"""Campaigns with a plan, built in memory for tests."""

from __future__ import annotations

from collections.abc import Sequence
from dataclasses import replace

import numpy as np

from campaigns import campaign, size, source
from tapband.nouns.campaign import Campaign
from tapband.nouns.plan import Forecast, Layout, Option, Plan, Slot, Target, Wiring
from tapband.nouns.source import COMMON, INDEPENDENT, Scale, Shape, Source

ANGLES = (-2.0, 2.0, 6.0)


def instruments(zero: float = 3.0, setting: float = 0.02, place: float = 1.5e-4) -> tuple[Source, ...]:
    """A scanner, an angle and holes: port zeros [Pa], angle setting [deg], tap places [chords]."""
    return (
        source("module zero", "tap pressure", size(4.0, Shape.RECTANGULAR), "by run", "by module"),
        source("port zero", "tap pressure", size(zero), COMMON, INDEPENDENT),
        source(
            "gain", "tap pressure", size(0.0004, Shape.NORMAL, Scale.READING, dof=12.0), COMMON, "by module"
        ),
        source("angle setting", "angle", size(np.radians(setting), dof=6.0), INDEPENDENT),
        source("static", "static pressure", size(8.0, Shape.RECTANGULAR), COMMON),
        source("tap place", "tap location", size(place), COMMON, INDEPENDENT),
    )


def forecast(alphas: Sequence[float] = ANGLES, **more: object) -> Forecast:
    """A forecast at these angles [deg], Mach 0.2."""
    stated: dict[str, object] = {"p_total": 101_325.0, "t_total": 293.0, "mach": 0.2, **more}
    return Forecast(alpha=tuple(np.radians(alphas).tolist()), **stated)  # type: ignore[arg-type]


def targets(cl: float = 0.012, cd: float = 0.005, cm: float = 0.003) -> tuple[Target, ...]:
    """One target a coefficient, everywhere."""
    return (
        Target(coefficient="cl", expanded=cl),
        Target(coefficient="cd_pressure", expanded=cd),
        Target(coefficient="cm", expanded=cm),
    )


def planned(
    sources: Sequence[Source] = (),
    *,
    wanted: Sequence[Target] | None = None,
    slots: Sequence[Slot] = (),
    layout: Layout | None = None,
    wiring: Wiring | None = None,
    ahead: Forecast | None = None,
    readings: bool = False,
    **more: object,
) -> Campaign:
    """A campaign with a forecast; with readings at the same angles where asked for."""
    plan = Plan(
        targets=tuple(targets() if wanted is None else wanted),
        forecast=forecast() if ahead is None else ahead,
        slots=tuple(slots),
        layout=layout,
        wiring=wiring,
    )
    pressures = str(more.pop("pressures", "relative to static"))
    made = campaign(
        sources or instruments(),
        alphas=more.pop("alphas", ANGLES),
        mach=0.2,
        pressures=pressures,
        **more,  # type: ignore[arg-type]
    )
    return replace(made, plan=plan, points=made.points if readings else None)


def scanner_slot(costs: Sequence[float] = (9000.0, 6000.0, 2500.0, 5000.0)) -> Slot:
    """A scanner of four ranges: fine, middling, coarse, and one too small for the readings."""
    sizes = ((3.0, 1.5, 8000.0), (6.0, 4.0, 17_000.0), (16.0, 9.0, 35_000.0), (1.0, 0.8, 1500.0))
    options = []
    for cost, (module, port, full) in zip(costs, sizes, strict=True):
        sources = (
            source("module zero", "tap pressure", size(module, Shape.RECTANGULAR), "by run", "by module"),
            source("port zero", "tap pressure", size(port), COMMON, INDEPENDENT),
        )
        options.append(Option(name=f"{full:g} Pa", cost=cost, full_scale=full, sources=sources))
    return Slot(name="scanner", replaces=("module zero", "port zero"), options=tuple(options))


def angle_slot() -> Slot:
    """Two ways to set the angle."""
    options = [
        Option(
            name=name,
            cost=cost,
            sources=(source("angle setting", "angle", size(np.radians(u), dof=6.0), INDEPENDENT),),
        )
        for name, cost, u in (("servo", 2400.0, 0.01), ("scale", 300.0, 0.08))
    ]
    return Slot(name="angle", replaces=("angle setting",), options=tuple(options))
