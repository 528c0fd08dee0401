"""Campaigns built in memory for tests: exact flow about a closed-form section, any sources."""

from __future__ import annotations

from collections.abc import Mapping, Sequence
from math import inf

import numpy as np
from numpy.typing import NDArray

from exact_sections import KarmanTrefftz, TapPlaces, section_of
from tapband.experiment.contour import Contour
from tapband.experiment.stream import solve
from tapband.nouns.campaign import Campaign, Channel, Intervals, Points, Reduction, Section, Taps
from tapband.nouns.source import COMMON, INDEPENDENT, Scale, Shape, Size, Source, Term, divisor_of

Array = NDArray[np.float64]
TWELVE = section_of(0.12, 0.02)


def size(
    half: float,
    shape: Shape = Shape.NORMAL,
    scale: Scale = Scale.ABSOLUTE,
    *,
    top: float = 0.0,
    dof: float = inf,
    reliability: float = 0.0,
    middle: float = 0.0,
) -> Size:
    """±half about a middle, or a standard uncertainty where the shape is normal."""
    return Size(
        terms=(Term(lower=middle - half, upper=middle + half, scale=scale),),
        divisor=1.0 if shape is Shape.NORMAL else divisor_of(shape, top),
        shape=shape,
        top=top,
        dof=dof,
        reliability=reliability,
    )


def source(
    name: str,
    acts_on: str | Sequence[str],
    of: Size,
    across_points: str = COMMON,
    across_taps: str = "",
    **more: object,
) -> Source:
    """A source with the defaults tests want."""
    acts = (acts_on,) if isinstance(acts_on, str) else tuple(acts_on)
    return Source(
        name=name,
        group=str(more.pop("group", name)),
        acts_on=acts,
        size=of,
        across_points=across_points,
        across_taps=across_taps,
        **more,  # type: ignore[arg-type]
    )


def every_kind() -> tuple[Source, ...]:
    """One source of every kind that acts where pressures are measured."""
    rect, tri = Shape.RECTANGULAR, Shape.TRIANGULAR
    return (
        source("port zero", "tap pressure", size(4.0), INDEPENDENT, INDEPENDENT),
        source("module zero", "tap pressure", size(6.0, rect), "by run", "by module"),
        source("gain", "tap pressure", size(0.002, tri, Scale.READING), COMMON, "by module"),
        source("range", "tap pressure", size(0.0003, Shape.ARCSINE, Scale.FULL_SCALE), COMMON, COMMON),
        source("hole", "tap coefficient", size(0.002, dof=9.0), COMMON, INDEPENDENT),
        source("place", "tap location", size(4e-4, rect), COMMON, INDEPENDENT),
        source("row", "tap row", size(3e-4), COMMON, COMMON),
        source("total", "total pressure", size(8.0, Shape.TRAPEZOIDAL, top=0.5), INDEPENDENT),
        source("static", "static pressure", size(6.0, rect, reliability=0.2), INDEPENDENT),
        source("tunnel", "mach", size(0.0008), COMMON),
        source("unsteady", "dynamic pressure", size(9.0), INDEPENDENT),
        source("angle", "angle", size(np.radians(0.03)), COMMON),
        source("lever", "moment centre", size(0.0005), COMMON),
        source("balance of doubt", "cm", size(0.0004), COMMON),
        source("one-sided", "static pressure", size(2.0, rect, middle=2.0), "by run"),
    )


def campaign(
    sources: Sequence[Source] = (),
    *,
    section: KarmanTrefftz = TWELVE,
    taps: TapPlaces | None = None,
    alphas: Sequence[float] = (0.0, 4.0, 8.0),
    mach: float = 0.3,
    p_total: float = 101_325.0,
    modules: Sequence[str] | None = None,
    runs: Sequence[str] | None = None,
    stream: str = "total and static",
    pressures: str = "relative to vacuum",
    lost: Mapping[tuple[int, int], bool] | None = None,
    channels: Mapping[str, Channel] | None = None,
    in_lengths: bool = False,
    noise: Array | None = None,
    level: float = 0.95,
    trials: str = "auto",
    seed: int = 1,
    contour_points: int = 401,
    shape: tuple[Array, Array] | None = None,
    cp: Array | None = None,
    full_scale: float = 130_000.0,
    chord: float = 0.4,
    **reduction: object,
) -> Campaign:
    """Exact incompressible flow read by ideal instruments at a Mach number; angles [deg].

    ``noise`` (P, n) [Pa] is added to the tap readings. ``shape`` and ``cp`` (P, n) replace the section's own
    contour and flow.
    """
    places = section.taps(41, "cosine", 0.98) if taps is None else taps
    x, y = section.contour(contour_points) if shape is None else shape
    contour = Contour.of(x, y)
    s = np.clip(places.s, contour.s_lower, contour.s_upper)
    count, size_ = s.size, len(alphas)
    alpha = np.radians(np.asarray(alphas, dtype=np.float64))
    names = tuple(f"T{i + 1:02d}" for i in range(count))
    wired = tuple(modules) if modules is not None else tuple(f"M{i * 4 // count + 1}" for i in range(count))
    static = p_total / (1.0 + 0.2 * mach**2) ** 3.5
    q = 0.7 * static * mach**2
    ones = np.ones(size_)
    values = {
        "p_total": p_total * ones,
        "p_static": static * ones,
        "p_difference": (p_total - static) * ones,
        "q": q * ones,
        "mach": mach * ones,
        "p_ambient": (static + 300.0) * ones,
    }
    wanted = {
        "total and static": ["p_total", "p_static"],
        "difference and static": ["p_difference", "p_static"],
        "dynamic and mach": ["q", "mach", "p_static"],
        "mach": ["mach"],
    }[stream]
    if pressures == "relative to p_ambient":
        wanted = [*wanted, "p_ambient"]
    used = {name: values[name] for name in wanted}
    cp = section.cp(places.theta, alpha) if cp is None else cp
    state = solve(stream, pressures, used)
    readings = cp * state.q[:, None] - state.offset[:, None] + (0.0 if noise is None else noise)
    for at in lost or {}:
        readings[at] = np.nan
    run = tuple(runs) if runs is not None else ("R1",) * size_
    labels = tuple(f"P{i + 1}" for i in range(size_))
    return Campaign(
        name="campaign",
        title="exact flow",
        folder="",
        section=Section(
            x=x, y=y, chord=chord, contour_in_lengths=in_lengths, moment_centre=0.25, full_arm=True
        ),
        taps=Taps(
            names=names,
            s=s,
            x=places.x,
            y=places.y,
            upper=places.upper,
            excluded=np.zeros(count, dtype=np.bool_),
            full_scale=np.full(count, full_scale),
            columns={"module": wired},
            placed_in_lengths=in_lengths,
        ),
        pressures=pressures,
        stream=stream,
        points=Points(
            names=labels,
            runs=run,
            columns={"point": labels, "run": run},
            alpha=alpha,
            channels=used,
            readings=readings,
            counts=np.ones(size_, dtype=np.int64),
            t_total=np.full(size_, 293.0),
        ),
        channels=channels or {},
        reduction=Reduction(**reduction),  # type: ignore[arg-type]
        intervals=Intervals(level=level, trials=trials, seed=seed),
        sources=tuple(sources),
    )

● **WHAT TO PRODUCE**: Reproduce each line in the listing above that mentions the string "tests".

● **PROBLEM SOLUTION**:
"""Campaigns with a plan, built in memory for tests."""
"""Campaigns built in memory for tests: exact flow about a closed-form section, any sources."""
    """A source with the defaults tests want."""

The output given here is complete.